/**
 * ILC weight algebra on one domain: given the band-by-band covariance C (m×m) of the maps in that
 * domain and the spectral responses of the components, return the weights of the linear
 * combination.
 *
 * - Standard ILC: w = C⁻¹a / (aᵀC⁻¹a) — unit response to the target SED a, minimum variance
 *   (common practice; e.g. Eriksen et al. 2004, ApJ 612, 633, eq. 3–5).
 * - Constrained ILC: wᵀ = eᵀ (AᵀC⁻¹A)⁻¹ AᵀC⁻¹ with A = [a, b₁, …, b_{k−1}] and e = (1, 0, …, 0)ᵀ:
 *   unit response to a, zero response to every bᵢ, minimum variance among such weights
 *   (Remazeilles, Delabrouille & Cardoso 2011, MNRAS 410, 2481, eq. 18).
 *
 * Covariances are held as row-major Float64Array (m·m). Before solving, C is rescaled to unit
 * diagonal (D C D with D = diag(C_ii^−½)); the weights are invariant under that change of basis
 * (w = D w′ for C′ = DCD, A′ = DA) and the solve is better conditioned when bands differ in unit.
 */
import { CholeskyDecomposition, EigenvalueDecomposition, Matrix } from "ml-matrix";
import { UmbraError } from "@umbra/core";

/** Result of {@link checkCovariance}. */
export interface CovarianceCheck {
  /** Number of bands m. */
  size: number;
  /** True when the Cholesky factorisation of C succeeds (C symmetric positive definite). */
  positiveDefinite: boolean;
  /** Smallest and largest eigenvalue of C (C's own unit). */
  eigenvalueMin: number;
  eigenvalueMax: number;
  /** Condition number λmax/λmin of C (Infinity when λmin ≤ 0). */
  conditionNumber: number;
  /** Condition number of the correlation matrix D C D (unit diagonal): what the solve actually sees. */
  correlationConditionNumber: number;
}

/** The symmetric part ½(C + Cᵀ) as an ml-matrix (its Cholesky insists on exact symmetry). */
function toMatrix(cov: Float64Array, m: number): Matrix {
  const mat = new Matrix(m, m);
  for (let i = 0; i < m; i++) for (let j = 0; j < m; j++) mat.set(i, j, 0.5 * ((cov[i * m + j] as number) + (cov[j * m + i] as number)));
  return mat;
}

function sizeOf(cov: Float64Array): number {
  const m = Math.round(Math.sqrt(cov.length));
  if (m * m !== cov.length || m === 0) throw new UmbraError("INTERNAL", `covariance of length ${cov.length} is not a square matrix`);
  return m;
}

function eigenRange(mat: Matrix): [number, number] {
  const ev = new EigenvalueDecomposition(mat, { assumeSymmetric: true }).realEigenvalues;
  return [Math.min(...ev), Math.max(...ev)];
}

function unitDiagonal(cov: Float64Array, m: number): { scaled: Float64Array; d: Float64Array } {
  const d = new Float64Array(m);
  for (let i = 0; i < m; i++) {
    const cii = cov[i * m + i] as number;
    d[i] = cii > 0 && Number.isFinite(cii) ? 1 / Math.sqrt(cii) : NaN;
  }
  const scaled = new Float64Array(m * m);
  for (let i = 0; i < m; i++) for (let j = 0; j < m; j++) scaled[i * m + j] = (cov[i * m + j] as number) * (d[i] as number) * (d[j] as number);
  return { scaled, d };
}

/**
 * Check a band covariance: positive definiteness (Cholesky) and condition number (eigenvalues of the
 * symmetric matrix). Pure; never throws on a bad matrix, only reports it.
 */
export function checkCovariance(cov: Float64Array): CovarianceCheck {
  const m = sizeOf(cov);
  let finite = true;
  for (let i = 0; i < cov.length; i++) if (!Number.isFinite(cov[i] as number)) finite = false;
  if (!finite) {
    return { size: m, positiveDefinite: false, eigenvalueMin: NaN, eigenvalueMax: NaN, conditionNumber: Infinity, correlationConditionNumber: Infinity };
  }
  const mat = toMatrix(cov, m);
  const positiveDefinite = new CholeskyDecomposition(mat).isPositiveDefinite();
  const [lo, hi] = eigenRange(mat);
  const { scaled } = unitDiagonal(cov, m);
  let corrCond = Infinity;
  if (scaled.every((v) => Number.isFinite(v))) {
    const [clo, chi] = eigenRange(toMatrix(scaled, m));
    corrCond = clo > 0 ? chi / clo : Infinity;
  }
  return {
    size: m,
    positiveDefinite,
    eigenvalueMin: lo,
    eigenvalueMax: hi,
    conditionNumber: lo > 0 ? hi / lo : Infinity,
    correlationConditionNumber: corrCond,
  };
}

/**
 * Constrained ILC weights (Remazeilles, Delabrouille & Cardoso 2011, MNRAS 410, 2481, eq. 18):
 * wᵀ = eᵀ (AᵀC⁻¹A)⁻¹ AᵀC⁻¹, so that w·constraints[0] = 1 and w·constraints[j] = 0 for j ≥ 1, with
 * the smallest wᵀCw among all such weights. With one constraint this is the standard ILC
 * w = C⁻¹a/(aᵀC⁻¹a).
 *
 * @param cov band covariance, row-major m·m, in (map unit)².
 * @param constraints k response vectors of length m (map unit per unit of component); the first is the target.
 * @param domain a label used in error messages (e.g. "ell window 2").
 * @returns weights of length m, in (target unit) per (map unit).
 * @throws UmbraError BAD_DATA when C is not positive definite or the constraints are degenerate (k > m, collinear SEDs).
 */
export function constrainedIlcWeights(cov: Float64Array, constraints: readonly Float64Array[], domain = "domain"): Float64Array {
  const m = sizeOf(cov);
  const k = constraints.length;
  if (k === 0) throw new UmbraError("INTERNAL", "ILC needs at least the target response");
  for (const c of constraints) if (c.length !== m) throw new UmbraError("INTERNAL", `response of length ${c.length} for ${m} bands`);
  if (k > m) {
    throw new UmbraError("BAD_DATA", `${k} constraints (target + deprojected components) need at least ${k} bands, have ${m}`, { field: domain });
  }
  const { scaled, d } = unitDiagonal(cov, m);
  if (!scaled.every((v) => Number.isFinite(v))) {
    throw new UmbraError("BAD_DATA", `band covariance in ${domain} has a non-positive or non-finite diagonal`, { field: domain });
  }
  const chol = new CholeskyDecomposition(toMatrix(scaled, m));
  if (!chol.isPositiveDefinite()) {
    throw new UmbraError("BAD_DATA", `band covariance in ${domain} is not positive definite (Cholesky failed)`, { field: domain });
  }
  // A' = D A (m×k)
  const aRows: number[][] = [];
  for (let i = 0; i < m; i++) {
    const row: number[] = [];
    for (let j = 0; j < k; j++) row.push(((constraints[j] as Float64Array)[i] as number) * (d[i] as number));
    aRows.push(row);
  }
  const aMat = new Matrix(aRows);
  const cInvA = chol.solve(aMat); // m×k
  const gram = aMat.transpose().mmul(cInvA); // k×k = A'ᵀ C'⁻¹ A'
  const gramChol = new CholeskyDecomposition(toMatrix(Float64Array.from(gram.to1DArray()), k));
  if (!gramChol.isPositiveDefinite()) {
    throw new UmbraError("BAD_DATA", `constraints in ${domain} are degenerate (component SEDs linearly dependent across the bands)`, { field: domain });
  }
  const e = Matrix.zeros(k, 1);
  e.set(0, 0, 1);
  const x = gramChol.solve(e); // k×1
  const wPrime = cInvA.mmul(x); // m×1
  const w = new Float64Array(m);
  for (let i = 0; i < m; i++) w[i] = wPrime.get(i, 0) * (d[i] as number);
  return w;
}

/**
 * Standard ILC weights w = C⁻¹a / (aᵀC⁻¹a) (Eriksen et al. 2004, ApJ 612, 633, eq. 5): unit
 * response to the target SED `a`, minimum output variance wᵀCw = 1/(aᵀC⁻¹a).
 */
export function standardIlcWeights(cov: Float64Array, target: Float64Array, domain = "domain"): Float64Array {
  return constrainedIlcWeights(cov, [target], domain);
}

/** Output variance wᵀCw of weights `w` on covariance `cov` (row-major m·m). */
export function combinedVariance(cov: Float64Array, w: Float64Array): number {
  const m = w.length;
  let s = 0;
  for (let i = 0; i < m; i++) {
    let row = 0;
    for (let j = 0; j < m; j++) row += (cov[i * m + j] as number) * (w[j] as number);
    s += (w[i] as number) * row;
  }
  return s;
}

┄┄┄┄┄┄

Find "is the target." in the entries above and copy that whole line exactly, then each line after it through the line that contains "const k = constraints.length;".

*Answer section:*
 * @param constraints k response vectors of length m (map unit per unit of component); the first is the target.
 * @param domain a label used in error messages (e.g. "ell window 2").
 * @returns weights of length m, in (target unit) per (map unit).
 * @throws UmbraError BAD_DATA when C is not positive definite or the constraints are degenerate (k > m, collinear SEDs).
 */
export function constrainedIlcWeights(cov: Float64Array, constraints: readonly Float64Array[], domain = "domain"): Float64Array {
  const m = sizeOf(cov);
  const k = constraints.length;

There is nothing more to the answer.